● **Exercise**
List, from the lines below, each one with "synth" in it.

[Stored data entries]
• • •

"""Photos of prints: a scraped, spotted surface under a marker card, seen by a phone camera.

Rendering works in two spaces.  The surface's appearance (bare metal with its stroke
facets, compound spots with thickness shading, haze, grooves) is computed on the height
field's grid in the layout frame and warped into the photo by the camera homography
(beyond the grid the surface is mirrored, so the photo shows surface everywhere).  The
card, its cut-out window and the ArUco markers are drawn straight into the photo as
polygons projected through the same homography, so marker corners land exactly where the
homography puts them.  Light, glare, white balance, blur, noise and JPEG act on the photo.

Photo pixel coordinates follow OpenCV: x = column, y = row, integer values at pixel
centres.  ``Rendered.homography`` maps layout (x, y, 1) in mm to photo (x, y, 1).
"""

from __future__ import annotations

import io
import math
from collections.abc import Callable
from dataclasses import dataclass, replace
from typing import Literal

import cv2
import numpy as np
from numpy.typing import ArrayLike
from scipy import ndimage

from printcheck.errors import OptionError
from printcheck.layout import Layout, card_layout
from printcheck.synth.surface import HeightField, contact_mask
from printcheck.synth.truth import Truth, layout_masks, truth_stats

__all__ = [
    "Camera",
    "Lighting",
    "Scene",
    "Rendered",
    "render_photo",
    "camera_homography",
    "square_homography",
    "truth_for",
    "CARD_BORDER_MM",
]

Compound = Literal["blue", "red"]
CompoundOn = Literal["reference", "work"]

#: Paper beyond the markers' outer edges on the printed card, mm.
CARD_BORDER_MM = 6.0

# Compound optics (a paste over metal): per-channel absorption of the film (B, G, R)
# per unit thickness, and the paste's own body colour (BGR, 0-1).
_COMPOUND = {
    # Prussian blue: absorbs red and green strongly, a dark saturated blue.
    "blue": (np.array([0.22, 0.95, 1.5]), np.array([0.30, 0.08, 0.03])),
    # Red lead / red marking paste: a red-orange.
    "red": (np.array([1.4, 0.9, 0.12]), np.array([0.08, 0.20, 0.78])),
}
_METAL_BGR = np.array([0.53, 0.535, 0.54])  # bare steel, a neutral grey
_PAPER_BGR = np.array([0.93, 0.94, 0.95])
_INK_BGR = np.array([0.07, 0.07, 0.08])


@dataclass(frozen=True)
class Camera:
    """A phone camera over the window.

    Attributes
    ----------
    tilt_deg : float
        Angle between the optical axis and the surface normal (0 is square-on, up to 40).
    rotation_deg : float
        Rotation of the layout in the photo about the optical axis (any angle).
    window_fraction : float
        Width of the window in the photo as a fraction of the photo width, at zero tilt
        (0.2 to 0.6); sets the camera distance.
    tilt_axis_deg : float
        Direction in the layout (from x toward y) of the axis the camera tilts about.
    offset : (float, float)
        Shift of the window centre from the photo centre, fractions of (width, height).
    focal_fraction : float
        Focal length as a fraction of the photo width (0.78 is a typical phone main
        camera, about 65 degrees horizontal field).
    """

    tilt_deg: float = 0.0
    rotation_deg: float = 0.0
    window_fraction: float = 0.4
    tilt_axis_deg: float = 0.0
    offset: tuple[float, float] = (0.0, 0.0)
    focal_fraction: float = 0.78


@dataclass(frozen=True)
class Lighting:
    """Light, optics and sensor.

    Attributes
    ----------
    exposure : float
        Overall brightness factor.
    gradient : float
        Uneven light: brightness changes by this fraction across the photo.
    gradient_deg : float
        Direction of the light gradient in the photo (0 brighter to the right).
    vignetting : float
        Fractional darkening at the photo corners.
    light_deg : float
        Direction of the light in the layout frame; stroke facets whose tool marks run
        across it look brighter.
    shadow : float
        Depth (0 to 1) of a shadow across the photo, the photographer's arm or the phone
        between the light and the surface: beyond a line through the photo's middle the
        light falls by this share (0.55: to 0.45), on paper and metal alike.
    shadow_deg : float
        Direction of the shadow in the photo (0: the shadow to the left of a vertical
        edge, 90: above a horizontal one).
    shadow_soft_px : float
        Softness of the shadow's edge (the half-shadow), in photo pixels: the light
        goes from a tenth to nine tenths of the way up over 2.2 times this.
    glare : float
        Strength (0 to 1) of a broad specular highlight.
    glare_at : (float, float)
        Glare centre as fractions of (width, height).
    glare_radius : float
        Glare radius as a fraction of the photo width.
    haze : float
        Strength (0 to 1) of the faint compound haze over bare metal.
    haze_wide : float
        Strength (0 to 1) of a thin smear of compound wiped over broad areas of bare
        metal, patches 10-30 mm across (wider than any local level is read over).
    facet_gloss : float
        Extra brightness (0 to 1.5) of the glossiest scrape facets: broad bright facets
        of bare metal, up to burnt out, that are not glare.
    rim_film : float
        Thickness of the compound at the rim of a contact, where it is 1.5 at the
        contact's top (0.4: a film with a distinct edge; 0.05: a film that thins to
        nothing at the rim, pale rims).
    ring : float
        Compound on the work: strength (0 to 1) of the ring of compound the reference
        pushes up round each worn-through contact.
    compound_strength : float
        Compound thickness factor: 1 a normal film, 0.4 a thin pale one.
    pale_patches : float
        Share (0 to 1) of the surface, in broad patches 5-15 mm across, where the
        compound on the reference was wiped on thin: there its film is down to a fifth
        as thick, shading off at the patches' edges, pale contacts side by side with dark
        ones and every shade between (0: an even film).
    white_balance : (float, float, float)
        Gains of (B, G, R).
    blur_sigma_px : float
        Gaussian blur (focus and lens), in photo pixels.
    colour_blur_px : float
        Gaussian blur of the colour alone (the chroma of YCrCb), in photo pixels, after
        the sensor noise: a phone's colour noise reduction, which smooths colour far
        more than brightness (0: none; phones smooth it over 1-3 px).
    noise_sigma : float
        Sensor noise at mid grey, in 8-bit levels.
    jpeg_quality : int or None
        JPEG quality (1-100); None leaves the photo uncompressed.
    tone : {"linear", "srgb"}
        How the sensor's light is stored: "linear", in proportion; "srgb", through the
        sRGB transfer curve (IEC 61966-2-1), as a phone stores its photos: the darks
        lifted, a blurred edge's half-way point moved toward the darker side.
    """

    exposure: float = 1.0
    gradient: float = 0.2
    gradient_deg: float = 30.0
    vignetting: float = 0.25
    light_deg: float = 20.0
    shadow: float = 0.0
    shadow_deg: float = 0.0
    shadow_soft_px: float = 3.0
    glare: float = 0.0
    glare_at: tuple[float, float] = (0.62, 0.35)
    glare_radius: float = 0.18
    haze: float = 0.3
    compound_strength: float = 1.0
    pale_patches: float = 0.0
    haze_wide: float = 0.0
    facet_gloss: float = 0.0
    rim_film: float = 0.4
    ring: float = 0.0
    white_balance: tuple[float, float, float] = (1.0, 1.0, 1.0)
    blur_sigma_px: float = 0.7
    colour_blur_px: float = 0.0
    noise_sigma: float = 2.0
    jpeg_quality: int | None = 90
    tone: Literal["linear", "srgb"] = "linear"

• • •

● **Problem solution**
from printcheck.synth.surface import HeightField, contact_mask
from printcheck.synth.truth import Truth, layout_masks, truth_stats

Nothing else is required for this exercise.